:: WORK TO COMPLETE ::
From the entries below, return exactly the lines beginning at the one that contains "function checkAxis(axis: unknown, which: 'row'" and ending at the one that contains "if (i > 0 && isNum(prev) && v <= prev)", both of them included, and only those lines.

Dataset entries
------
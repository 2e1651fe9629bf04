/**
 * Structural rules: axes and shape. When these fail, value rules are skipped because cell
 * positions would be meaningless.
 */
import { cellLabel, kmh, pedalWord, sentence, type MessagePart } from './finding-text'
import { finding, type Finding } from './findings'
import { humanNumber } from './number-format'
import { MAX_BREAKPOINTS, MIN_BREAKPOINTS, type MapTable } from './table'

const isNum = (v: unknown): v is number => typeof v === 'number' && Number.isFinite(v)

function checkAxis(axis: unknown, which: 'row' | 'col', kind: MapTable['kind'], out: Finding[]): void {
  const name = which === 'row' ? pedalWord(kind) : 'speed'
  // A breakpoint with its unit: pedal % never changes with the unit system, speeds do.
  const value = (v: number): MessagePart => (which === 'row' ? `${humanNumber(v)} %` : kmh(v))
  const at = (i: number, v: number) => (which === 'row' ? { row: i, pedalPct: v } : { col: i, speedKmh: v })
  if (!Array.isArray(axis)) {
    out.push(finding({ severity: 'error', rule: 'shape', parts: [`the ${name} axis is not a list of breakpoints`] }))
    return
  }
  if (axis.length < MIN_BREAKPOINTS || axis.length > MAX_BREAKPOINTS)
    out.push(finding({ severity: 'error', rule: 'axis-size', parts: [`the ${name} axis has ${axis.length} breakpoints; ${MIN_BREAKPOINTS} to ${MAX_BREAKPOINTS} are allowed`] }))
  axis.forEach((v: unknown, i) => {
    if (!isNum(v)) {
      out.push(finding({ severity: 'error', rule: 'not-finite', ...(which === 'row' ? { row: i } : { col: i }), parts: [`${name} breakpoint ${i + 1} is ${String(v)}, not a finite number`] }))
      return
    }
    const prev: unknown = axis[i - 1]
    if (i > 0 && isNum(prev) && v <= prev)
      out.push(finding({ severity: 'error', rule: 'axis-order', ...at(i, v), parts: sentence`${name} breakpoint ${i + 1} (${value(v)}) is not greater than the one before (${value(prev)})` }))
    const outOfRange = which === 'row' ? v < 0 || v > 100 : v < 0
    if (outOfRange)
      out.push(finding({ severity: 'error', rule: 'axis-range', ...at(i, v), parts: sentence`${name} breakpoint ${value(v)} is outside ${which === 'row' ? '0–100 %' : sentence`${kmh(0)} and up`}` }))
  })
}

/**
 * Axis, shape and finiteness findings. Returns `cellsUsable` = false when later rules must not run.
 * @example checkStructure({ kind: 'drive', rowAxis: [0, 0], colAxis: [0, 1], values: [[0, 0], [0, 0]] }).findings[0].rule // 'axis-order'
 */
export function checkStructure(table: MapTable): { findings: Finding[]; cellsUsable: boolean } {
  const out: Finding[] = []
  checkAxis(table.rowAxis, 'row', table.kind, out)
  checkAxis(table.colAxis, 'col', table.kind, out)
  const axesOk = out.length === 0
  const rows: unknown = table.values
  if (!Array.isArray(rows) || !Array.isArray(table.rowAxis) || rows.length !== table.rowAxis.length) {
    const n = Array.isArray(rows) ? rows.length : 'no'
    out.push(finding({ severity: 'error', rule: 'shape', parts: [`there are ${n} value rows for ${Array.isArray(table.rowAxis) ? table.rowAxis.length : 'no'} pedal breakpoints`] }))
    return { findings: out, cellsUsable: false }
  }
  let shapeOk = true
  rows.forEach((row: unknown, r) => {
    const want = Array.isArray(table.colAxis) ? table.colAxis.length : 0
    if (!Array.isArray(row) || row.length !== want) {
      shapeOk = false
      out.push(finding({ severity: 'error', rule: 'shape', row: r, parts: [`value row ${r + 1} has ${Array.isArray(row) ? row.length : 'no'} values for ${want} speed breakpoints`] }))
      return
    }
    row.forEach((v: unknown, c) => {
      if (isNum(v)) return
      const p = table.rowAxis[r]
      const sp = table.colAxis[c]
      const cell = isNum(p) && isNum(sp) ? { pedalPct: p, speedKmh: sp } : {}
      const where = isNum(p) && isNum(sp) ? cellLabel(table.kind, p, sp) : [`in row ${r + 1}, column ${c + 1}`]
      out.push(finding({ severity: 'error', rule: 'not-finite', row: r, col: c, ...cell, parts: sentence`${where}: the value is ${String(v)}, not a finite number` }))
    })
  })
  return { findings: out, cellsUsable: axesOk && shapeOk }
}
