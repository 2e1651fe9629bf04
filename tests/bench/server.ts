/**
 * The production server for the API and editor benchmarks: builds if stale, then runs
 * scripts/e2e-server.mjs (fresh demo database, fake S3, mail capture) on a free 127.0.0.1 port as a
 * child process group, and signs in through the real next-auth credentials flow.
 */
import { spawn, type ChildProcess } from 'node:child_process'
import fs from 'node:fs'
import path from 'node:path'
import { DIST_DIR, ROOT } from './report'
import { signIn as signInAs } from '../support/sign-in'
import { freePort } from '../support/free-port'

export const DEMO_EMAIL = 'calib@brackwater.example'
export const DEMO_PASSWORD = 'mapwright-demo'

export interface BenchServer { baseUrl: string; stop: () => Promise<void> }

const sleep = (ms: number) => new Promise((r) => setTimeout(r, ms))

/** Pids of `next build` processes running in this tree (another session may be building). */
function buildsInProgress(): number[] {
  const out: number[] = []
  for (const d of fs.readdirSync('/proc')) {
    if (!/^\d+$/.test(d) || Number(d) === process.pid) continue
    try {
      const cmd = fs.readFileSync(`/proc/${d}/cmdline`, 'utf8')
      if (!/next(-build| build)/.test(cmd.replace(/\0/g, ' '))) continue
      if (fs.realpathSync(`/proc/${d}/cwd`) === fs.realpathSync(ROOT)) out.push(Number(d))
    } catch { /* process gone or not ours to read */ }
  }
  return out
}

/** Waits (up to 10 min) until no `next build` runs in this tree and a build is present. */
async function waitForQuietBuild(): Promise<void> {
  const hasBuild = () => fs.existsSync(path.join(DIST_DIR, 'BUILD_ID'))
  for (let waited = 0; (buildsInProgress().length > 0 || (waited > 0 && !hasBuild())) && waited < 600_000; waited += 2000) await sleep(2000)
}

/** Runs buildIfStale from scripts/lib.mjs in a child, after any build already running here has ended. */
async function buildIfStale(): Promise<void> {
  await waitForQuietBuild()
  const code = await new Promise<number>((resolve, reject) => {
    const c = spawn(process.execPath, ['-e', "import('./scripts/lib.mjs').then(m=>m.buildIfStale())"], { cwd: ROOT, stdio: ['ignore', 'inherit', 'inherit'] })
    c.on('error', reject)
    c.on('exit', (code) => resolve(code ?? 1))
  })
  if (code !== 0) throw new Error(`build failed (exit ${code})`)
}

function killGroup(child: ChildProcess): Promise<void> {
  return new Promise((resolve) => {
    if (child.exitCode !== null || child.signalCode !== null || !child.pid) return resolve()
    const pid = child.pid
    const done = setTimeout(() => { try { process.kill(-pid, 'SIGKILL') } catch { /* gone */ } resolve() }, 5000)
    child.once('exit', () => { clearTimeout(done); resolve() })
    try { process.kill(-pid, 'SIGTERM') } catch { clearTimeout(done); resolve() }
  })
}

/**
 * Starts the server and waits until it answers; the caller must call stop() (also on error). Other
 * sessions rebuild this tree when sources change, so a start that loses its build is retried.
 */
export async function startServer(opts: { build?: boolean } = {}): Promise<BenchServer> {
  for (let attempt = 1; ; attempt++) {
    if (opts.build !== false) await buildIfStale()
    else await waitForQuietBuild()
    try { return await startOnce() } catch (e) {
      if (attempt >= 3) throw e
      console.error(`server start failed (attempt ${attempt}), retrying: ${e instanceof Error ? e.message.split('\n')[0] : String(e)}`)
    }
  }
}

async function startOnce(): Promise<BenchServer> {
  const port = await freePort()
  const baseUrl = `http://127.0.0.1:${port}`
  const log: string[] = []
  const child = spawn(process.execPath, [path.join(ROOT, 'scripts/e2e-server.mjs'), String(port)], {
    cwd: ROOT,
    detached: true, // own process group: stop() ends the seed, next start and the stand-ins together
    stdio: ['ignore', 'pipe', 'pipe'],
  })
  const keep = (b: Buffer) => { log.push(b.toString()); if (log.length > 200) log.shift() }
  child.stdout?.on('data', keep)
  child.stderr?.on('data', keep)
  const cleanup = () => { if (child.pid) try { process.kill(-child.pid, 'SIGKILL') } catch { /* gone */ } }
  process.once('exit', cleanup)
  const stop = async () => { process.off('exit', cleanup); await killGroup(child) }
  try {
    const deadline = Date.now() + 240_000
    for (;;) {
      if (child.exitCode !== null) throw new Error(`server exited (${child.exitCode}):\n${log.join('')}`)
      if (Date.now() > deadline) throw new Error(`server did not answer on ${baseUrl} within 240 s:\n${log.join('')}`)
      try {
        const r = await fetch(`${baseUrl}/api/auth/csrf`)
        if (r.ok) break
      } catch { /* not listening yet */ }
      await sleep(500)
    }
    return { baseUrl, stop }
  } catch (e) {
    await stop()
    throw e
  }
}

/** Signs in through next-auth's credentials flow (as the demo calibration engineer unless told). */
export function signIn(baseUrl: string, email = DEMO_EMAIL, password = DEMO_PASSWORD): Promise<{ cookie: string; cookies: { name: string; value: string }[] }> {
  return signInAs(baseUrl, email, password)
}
------
:: REPLY ::
function checkAxis(axis: unknown, which: 'row' | 'col', kind: MapTable['kind'], out: Finding[]): void {
  const name = which === 'row' ? pedalWord(kind) : 'speed'
  // A breakpoint with its unit: pedal % never changes with the unit system, speeds do.
  const value = (v: number): MessagePart => (which === 'row' ? `${humanNumber(v)} %` : kmh(v))
  const at = (i: number, v: number) => (which === 'row' ? { row: i, pedalPct: v } : { col: i, speedKmh: v })
  if (!Array.isArray(axis)) {
    out.push(finding({ severity: 'error', rule: 'shape', parts: [`the ${name} axis is not a list of breakpoints`] }))
    return
  }
  if (axis.length < MIN_BREAKPOINTS || axis.length > MAX_BREAKPOINTS)
    out.push(finding({ severity: 'error', rule: 'axis-size', parts: [`the ${name} axis has ${axis.length} breakpoints; ${MIN_BREAKPOINTS} to ${MAX_BREAKPOINTS} are allowed`] }))
  axis.forEach((v: unknown, i) => {
    if (!isNum(v)) {
      out.push(finding({ severity: 'error', rule: 'not-finite', ...(which === 'row' ? { row: i } : { col: i }), parts: [`${name} breakpoint ${i + 1} is ${String(v)}, not a finite number`] }))
      return
    }
    const prev: unknown = axis[i - 1]
    if (i > 0 && isNum(prev) && v <= prev)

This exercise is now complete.